The log files contain the details on the tool’s execution. Any processes, validation, or tasks run by the tool will be printed in the log files. There are three log files likely to print when running the Qualification Tool:
  • Generic Infrastructure Controller Log This is a log file related to the execution of the tool such as validation of the license and session information.
  • Generic Scanner Log This just logs a session id and execution id.
  • Python [or Scala] Converter Log This log writes information about the running of the tool such as processes and tasks executed by the qualification tool.

Reports

This is the key result of running SnowConvert in assessment mode. The report files will be generated into this folder, which is accessible directly from the final screen by clicking on the “View Reports” button in the middle of the screen:
The following reports will be generated in the reports folder:
  • FilesInventory.csv The files inventory contains the following information about each file scanned:
    • Filename – the name of the file.
    • File Extension – the extension of the file.
    • Technology – the technology is the source language present in that file. For files under consideration by the qualification tool, Python and Scala would be examples of the technology value. If a source file is not a technology the tool recognizes, it will be classified as Other.
    • Status – if the file was successfully processed, the status value will be “OK”. Any other value indicates the file was not processed correctly.

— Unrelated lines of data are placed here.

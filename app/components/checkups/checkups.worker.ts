/// <reference lib="webworker" />
/**
 * The checkups run off the main thread: lib/workforce's runCheckups / runCheckupTable, exactly as
 * lib/workforce/index.ts documents, with progress, batches of results and cancellation. The
 * worklist's filter choices and sort ranks are worked out here too, so the page only renders.
 *
 * Saved sessions (lib/checkups/session.ts, app/storage/sessions.ts) are saved and opened here:
 * the rows are read again from the file still in memory and written to the browser's storage
 * from this thread, and a reopened session's rows are processed here with the engine's public
 * steps (WorkerGrouper → evaluateWorker → SummaryAccumulator), as runCheckups does. A session
 * keeps the rows the engine read, not the file: while one is open, the workers' checkups for
 * batch handouts and "open one worker" come from its rows (a request that gives no file).
 */
import {
  createCheckupTextReader,
  EVALUATE_SLICE,
  evaluateWorker,
  FhirBulkReader,
  isRefusal,
  prepareCheckups,
  readCheckupTable,
  readXlsxSheet,
  runCheckups,
  runCheckupTable,
  SummaryAccumulator,
  WorkerGrouper,
  type CheckupRow,
  type CheckupsOutcome,
  type CheckupsProgress,
  type ReadRefusal,
  type RowCounts,
  type RowProblem,
  type WorkerResult,
} from '@/lib/workforce';
import { worklistCategory, worklistKeys, worklistStrata } from '@/lib/checkups/worklist';
import { WorklistKeyColumns, worklistOrders } from '@/lib/checkups/worklistOrder';
import { columnsFilterChoices, worklistColumnsBuffers, WorklistColumnsBuilder } from '@/lib/checkups/worklistColumns';
import { copyPackedChunk, packedChunkBuffers, packedResultList, ResultsPacker, type PackedResults } from '@/lib/checkups/packedResults';
import { workersCsv } from '@/lib/checkups/exportCsv';
import { SESSION_VERSION, type CheckupSession } from '@/lib/checkups/session';
import { openSessionStore } from '@/app/storage/sessions';
import { collectWorkersRows, collectWorkersRowsFromTable, workerCheckups, workersRowsFrom, type RowsByWorker } from '@/lib/checkups/workerHistory';
import type { FromWorker, ToWorker } from './protocol';

const scope = self as unknown as DedicatedWorkerGlobalScope;
const post = (message: FromWorker, transfer: Transferable[] = []) => scope.postMessage(message, transfer);
const SLICE = 1 << 20;
const PREVIEW_BYTES = 64 * 1024;
let controller: AbortController | null = null;
/** The last run that finished, for "Save the session". */
let lastRun: Extract<ToWorker, { type: 'run' }> | null = null;
/** The rows of the saved session open now (its workers' checkups are read from them); null after a run from a file. */
let sessionRows: readonly CheckupRow[] | null = null;

async function* slices(files: readonly File[], markFiles: boolean): AsyncGenerator<string | { file: string }> {
  for (const file of files) {
    if (markFiles) yield { file: file.name };
    const decoder = new TextDecoder();
    for (let at = 0; at < file.size; at += SLICE) {
      const buffer = await file.slice(at, at + SLICE).arrayBuffer();
      yield decoder.decode(buffer, { stream: at + SLICE < file.size });
    }
  }
}

async function preview(data: Extract<ToWorker, { type: 'preview' }>): Promise<void> {
  if (data.kind === 'fhir-ndjson') return post({ type: 'header', header: null, refusal: null });
  if (data.kind === 'xlsx') {
    const sheet = await readXlsxSheet(data.file);
    if (isRefusal(sheet)) return post({ type: 'header', header: null, refusal: sheet });
    const read = readCheckupTable(sheet.rows.slice(0, 60), { today: data.today });
    if (isRefusal(read)) return post({ type: 'header', header: null, refusal: read });
    return post({ type: 'header', header: read.header, refusal: null });
  }
  const text = new TextDecoder().decode(await data.file.slice(0, PREVIEW_BYTES).arrayBuffer());
  const reader = createCheckupTextReader({ today: data.today });
  const step = reader.push(text);
  const last = data.file.size <= PREVIEW_BYTES ? reader.end() : step;
  if (reader.header) return post({ type: 'header', header: reader.header, refusal: null });
  return post({ type: 'header', header: null, refusal: isRefusal(last) ? last : isRefusal(step) ? step : null });
}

    • isBinary – if the file is a binary file, this will read TRUE or FALSE. Binary files cannot be read by the tool. If the technology is classified as Other, the column will read as Unknown.
    • Bytes – the size of the file in bytes.

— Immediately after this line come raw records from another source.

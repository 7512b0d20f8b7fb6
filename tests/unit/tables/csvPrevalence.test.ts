import { describe, expect, it } from 'vitest';
import { exportTableCsv, parseTableCsv } from '@/lib/tables/csv';
import { DEMO_HEART_FAILURE_10Y } from '@/lib/tables/demo';
import type { PopulationTable } from '@/lib/tables/schema';

// Issue 11 item 3: a table's exposure prevalence in the CSV format, as a "# exposure_prevalence:"
// detail for the whole table and an "exposure_prevalence" column per stratum. Values illustrative.
const head = '# title: T\n# outcome: O\n# horizon_years: 10\n# population: P\n# source: S\n# year: 2024\n';

describe('the exposure prevalence in a table file', () => {
  it('reads the detail for the whole table', () => {
    const r = parseTableCsv(`${head}# exposure_prevalence: 0.25\nsex,age_from,age_to,risk\nany,30,79,0.05\n`);
    expect(r.ok && r.value.exposurePrevalence).toBe(0.25);
  });

  it('reads a column per stratum, an empty cell leaving the table’s', () => {
    const r = parseTableCsv(`${head}sex,age_from,age_to,risk,exposure_prevalence\nany,30,49,0.05,0.1\nany,50,79,0.08,\n`);
    expect(r.ok && r.value.strata).toEqual([
      { sex: 'any', ageFrom: 30, ageTo: 49, risk: 0.05, exposurePrevalence: 0.1 },
      { sex: 'any', ageFrom: 50, ageTo: 79, risk: 0.08 },
    ]);
  });

  it('refuses a prevalence of 1 or a percentage, naming the row and column', () => {
    const one = parseTableCsv(`${head}sex,age_from,age_to,risk,exposure_prevalence\nany,30,79,0.05,1\n`);
    expect(one.ok).toBe(false);
    if (!one.ok) expect(JSON.stringify(one.issues)).toContain('exposure_prevalence');
    const percent = parseTableCsv(`${head}# exposure_prevalence: 30%\nsex,age_from,age_to,risk\nany,30,79,0.05\n`);
    expect(percent.ok).toBe(false);
    if (!percent.ok) expect(JSON.stringify(percent.issues)).toContain('for 30% write 0.3');
  });

  it('writes both back so the table reads the same', () => {
    const table: PopulationTable = {
      ...DEMO_HEART_FAILURE_10Y,
      exposurePrevalence: 0.2,
      strata: DEMO_HEART_FAILURE_10Y.strata.map((s, i) => (i === 0 ? { ...s, exposurePrevalence: 0.15 } : s)),
    };
    const text = exportTableCsv(table);
    expect(text).toContain('# exposure_prevalence: 0.2\n');
    expect(text).toMatch(/,exposure_prevalence\n/);
    const back = parseTableCsv(text);
    expect(back.ok && back.value).toEqual(table);
  });
});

    • ContentType – For code files, this will read Code. If the technology is classified as Other, this category will also report Other.
    • ContentLines – The total lines of code present in the file.

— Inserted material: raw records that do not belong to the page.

/** Age bands tiling a stretch of 0–120: cut points p0 < p1 < … give bands [p_i, p_{i+1} − 1]. */
const bandsArb = fc
  .uniqueArray(fc.integer({ min: 0, max: 121 }), { minLength: 2, maxLength: MAX_BANDS + 1 })
  .map((points) => {
    const sorted = [...points].sort((a, b) => a - b);
    return sorted.slice(1).map((next, i) => [sorted[i]!, next - 1] as const);
  });

const riskArb = fc.double({ min: Number.MIN_VALUE, max: 1, noNaN: true, maxExcluded: true }).map((risk) => ({ risk }));
const rateArb = fc
  .tuple(fc.double({ min: 1e-6, max: 1e6, noNaN: true }), fc.double({ min: 1e-3, max: 1e9, noNaN: true }))
  .map(([rate, perPersonYears]) => ({ rate, perPersonYears }));
const horizonArb = fc.double({ min: 1e-3, max: 100, noNaN: true });

// Drawn flat and assembled in one map (nested chains made generation ~100 times slower).
const tableArb: fc.Arbitrary<PopulationTable> = fc
  .record({
    form: fc.constantFrom('risk' as const, 'rate' as const),
    sexes: fc.constantFrom(['any'] as const, ['female', 'male'] as const),
    extras: fc.uniqueArray(fc.stringMatching(/^[a-z][a-z0-9_]{0,8}$/), { maxLength: 2 }),
    extraValues: fc.uniqueArray(textArb(12), { minLength: 1, maxLength: 2 }),
    bandSets: fc.array(bandsArb, { minLength: MAX_GROUPS, maxLength: MAX_GROUPS }),
    risks: fc.array(riskArb, { minLength: MAX_GROUPS * MAX_BANDS, maxLength: MAX_GROUPS * MAX_BANDS }),
    rates: fc.array(rateArb, { minLength: MAX_GROUPS * MAX_BANDS, maxLength: MAX_GROUPS * MAX_BANDS }),
    id: fc.stringMatching(/^[a-z0-9][a-z0-9._-]{0,20}$/),
    title: textArb(40),
    outcome: textArb(40),
    horizonYears: horizonArb,
    rateHorizon: fc.option(horizonArb, { nil: undefined }),
    population: textArb(40),
    source: textArb(40),
    year: fc.integer({ min: 1900, max: 2100 }),
    illustrative: fc.boolean(),
  })
  .map(({ form, sexes, extras, extraValues, bandSets, risks, rates, horizonYears, rateHorizon, ...details }): PopulationTable => {
    const combos = extras.reduce<Record<string, string>[]>((acc, key) => acc.flatMap((c) => extraValues.map((v) => ({ ...c, [key]: v }))), [{}]);
    const groups = sexes.flatMap((sex) => combos.map((extra) => ({ sex, extra })));
    const values = form === 'risk' ? risks : rates;
    let v = 0;
    const strata = groups.flatMap((g, gi) =>
      (bandSets[gi] ?? []).slice(0, MAX_BANDS).map(([ageFrom, ageTo]): Stratum => ({
        sex: g.sex,
        ageFrom,
        ageTo,
        ...(Object.keys(g.extra).length > 0 ? { extra: g.extra } : {}),
        ...values[v++]!,
      })),
    );
    const horizon = form === 'risk' ? horizonYears : rateHorizon;
    return { ...details, ...(horizon === undefined ? {} : { horizonYears: horizon }), strata };
  });
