interface TestSpec<U extends string> {
  readonly name: string;
  readonly units: readonly U[];
  readonly unitsText: string;
  readonly valueColumn: number | null;
  readonly unitColumn: number | null;
  readonly headerUnit: U | null;
  readonly fallback: U;
}

/** One test's value and unit from a line's cells: the value text and unit, or a message naming the cause. */
function readTest<U extends string>(cells: readonly string[], spec: TestSpec<U>, inOrder: boolean): { value: string; unit: U } | string {
  const { name, units, unitsText } = spec;
  const raw = spec.valueColumn === null ? '' : (cells[spec.valueColumn] ?? '');
  const unitCell = spec.unitColumn === null ? '' : (cells[spec.unitColumn] ?? '').trim();
  let value = raw.trim();
  let inline: U | null = null;
  const split = splitInlineUnit(raw);
  if (split) {
    inline = unitFrom(split.unit, units);
    if (inline === null) return `the ${name} ${quoteCell(raw)} ends in ${quoteCell(split.unit)}, which is not an ${name === 'HbA1c' ? 'HbA1c' : 'glucose'} unit (${unitsText})`;
    value = split.value;
  }
  let fromColumn: U | null = null;
  if (unitCell !== '') {
    fromColumn = unitFrom(unitCell, units);
    if (fromColumn === null) {
      if (looksNumeric(unitCell)) {
        const where = inOrder
          ? `without a header line the columns are read in the order ${PASTE_COLUMNS.join(', ')}, so the cell after the ${name} must be its unit`
          : `the header puts the ${name} unit in column ${(spec.unitColumn ?? 0) + 1}`;
        return `the ${name} unit cell holds the number ${quoteCell(unitCell)}, not a unit (${unitsText}): ${where}. Add a header line naming the columns (for example Date, HbA1c (%), Fasting glucose (mmol/L)) or write the unit after each value`;
      }
      return `${quoteCell(unitCell)} is not ${name === 'HbA1c' ? 'an HbA1c' : 'a glucose'} unit (${unitsText})`;
    }
  }
  if (value === '') return { value: '', unit: fromColumn ?? inline ?? spec.headerUnit ?? spec.fallback };
  const given = [inline, fromColumn, spec.headerUnit].filter((u): u is U => u !== null);
  const first = given[0];
  if (first === undefined) return `the ${name} has no unit (${unitsText})`;
  const other = given.find((u) => u !== first);
  if (other !== undefined) return `the ${name} is given in ${first} here but in ${other} ${spec.headerUnit === other ? 'by the header' : 'by the unit column'}: use one`;
  return { value: tidyNumber(value), unit: first };
}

    • CommentLines – The total lines of comment code present in the file.
    • BlankLines – The count of blank lines present in the file.
  • KeywordCounts.csv The keyword counts are counts of recognized keywords present in each file. The fields present in this csv:
    • File – the filename.
    • Technology – the technology is the source language present in that file. For files under consideration by the qualification tool, Python and Scala would be examples of the technology value. If a source file is not a technology the tool recognizes, it will be classified as Other.
    • Keyword – the actual keyword present in the file that is recognized by the tool. The tool does not tokenize every word in the file.
    • Count – The count of that specific keyword in that file.
  • SparkReferenceInventory.csv This is the report containing all the references to the Spark API present in the scanned codebase. The fields present in this csv:
    • Element – This is the specific element of the spark API that was counted.
    • ProjectID – The root folder name. However, in some versions of the tool, this will be blank.
    • FileID – The file where this reference occurred
    • Count – The count of the element in the source file
    • ClassName – The class where this element exists. This is more relevant to Scala code than Python
    • Kind – The category that this element belongs to. This could be classified as a module, a class, or a function
    • Line – The line number where this element occurs in the source file
    • PackageName – The name of the package where this element exists

Next Steps

The information in the Spark Reference Inventory can be used to build an automation or readiness score. This score will allow you to understand how much of your workload can be automatically migrated to Snowflake using the Snowpark API. This readiness score is available upon request. Please reach out to [email protected] or contact Pablo Navarro at [email protected] for more information. You may need to submit your output Spark Reference Inventory report to build the readiness score, but we will contact you to follow up.
And that will wrap up how we use the SnowConvert for Spark as a Qualification Tool.